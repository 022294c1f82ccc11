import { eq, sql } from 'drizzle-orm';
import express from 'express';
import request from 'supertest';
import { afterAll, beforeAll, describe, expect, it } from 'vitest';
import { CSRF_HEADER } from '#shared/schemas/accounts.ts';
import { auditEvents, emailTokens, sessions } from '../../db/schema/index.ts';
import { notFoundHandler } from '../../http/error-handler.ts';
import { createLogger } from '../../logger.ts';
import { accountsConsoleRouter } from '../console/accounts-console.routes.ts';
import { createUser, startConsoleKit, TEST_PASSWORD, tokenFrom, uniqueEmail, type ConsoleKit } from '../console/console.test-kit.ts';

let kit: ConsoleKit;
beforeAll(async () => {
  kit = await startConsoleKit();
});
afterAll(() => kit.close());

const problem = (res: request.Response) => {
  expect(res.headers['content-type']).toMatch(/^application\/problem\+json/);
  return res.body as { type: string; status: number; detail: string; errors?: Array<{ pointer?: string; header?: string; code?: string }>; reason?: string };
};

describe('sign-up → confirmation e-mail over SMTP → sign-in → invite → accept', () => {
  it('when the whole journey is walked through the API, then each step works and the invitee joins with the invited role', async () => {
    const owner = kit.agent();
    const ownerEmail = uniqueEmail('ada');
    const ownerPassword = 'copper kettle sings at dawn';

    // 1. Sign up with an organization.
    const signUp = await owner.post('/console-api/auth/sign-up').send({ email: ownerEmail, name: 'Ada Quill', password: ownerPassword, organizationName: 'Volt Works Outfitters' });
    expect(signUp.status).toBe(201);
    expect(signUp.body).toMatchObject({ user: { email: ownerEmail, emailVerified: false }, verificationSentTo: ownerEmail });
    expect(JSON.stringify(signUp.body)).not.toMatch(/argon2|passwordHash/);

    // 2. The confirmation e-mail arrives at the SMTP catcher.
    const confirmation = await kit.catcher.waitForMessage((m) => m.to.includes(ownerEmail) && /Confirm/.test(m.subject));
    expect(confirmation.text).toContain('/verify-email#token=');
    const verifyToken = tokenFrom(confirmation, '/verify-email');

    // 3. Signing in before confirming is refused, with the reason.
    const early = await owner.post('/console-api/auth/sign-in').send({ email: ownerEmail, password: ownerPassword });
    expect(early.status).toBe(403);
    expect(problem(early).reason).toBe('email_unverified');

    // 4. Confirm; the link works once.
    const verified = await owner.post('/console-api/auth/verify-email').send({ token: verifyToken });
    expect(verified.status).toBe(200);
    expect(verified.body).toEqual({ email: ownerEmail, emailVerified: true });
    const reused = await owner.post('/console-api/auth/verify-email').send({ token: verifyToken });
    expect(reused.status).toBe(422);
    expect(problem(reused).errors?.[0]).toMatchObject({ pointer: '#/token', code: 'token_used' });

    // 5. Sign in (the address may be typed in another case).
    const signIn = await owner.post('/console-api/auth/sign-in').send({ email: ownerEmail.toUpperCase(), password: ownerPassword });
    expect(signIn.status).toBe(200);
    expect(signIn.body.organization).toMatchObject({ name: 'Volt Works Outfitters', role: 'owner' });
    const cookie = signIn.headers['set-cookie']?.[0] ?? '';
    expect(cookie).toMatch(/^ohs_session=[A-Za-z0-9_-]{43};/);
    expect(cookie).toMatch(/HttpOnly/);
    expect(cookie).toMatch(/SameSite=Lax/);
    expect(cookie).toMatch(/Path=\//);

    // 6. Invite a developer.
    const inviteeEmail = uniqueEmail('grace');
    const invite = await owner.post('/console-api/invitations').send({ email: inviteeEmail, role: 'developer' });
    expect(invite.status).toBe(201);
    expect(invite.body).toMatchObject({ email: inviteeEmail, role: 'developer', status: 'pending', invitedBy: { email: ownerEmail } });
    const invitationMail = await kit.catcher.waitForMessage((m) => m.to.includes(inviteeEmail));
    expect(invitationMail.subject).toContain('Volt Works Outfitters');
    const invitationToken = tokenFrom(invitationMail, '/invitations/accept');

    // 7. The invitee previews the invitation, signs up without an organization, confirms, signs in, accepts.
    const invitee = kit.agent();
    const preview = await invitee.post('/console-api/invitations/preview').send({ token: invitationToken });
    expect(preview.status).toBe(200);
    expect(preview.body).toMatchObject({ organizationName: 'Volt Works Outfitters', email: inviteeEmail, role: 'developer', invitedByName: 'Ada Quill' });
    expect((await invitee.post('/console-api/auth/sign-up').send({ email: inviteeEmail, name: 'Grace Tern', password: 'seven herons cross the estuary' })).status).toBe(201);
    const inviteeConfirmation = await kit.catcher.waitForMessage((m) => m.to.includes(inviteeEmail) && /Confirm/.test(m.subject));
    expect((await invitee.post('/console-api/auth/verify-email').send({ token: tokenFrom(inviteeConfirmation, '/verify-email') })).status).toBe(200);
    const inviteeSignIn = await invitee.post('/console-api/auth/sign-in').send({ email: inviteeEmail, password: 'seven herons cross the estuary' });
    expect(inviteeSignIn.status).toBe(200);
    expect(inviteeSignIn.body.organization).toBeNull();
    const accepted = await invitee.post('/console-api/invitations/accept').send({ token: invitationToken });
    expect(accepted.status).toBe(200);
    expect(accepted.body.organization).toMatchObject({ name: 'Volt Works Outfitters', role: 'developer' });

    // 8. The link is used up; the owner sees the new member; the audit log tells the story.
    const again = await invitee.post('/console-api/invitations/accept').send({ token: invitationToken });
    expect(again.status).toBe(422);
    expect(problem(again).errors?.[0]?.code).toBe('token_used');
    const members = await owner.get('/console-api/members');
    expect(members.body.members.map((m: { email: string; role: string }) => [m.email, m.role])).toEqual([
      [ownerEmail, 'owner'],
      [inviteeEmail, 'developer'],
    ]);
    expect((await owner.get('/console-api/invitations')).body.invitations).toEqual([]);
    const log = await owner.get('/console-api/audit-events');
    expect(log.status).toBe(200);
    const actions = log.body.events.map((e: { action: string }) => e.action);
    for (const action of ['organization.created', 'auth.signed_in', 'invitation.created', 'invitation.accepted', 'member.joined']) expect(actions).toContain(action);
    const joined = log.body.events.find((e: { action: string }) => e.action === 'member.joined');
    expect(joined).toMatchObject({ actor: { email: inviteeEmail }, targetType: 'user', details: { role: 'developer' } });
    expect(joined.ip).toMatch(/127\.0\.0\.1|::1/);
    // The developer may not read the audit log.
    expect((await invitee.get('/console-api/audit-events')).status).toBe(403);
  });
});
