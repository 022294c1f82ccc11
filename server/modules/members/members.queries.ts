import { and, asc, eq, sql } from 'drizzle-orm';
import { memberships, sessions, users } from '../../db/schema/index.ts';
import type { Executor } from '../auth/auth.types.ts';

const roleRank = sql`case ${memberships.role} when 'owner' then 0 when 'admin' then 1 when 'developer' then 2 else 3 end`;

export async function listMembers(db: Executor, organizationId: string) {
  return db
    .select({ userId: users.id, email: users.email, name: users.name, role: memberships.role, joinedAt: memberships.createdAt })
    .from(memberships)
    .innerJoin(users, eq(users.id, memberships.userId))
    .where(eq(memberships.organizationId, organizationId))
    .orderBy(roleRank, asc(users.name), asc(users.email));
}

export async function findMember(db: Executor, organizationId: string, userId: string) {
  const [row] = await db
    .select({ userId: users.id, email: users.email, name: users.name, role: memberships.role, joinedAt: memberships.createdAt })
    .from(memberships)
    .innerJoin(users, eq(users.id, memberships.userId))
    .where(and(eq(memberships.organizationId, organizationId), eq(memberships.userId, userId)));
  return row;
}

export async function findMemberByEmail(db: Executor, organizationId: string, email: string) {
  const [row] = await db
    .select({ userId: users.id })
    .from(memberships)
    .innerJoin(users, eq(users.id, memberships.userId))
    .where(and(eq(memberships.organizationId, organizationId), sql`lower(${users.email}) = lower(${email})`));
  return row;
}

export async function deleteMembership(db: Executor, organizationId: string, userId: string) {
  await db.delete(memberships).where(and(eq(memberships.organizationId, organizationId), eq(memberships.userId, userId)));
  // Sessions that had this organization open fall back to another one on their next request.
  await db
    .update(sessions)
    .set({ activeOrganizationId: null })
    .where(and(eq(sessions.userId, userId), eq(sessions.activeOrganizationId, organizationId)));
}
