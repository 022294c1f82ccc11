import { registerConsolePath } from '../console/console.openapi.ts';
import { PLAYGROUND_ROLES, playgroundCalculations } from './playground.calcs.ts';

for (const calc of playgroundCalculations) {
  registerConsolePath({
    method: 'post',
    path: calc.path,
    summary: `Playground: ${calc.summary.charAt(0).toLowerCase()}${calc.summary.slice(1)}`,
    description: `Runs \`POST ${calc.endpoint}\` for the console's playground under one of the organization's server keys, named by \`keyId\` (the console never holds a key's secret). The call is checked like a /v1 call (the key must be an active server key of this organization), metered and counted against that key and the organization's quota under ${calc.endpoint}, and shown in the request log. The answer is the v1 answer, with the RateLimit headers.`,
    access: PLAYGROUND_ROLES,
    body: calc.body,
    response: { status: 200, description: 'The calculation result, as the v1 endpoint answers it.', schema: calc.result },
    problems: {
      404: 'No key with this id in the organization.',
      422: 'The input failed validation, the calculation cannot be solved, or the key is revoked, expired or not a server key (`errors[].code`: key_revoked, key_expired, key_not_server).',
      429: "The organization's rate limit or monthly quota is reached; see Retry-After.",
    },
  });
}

● **TASK STATEMENT**: Considering only the material above, set down every line from the one with "const again = await" to the one with "expect(problem(again).errors?.[0]?.code).toBe('token_used');", inclusive, exactly as written.

● **RESULT**:
    const again = await invitee.post('/console-api/invitations/accept').send({ token: invitationToken });
    expect(again.status).toBe(422);
    expect(problem(again).errors?.[0]?.code).toBe('token_used');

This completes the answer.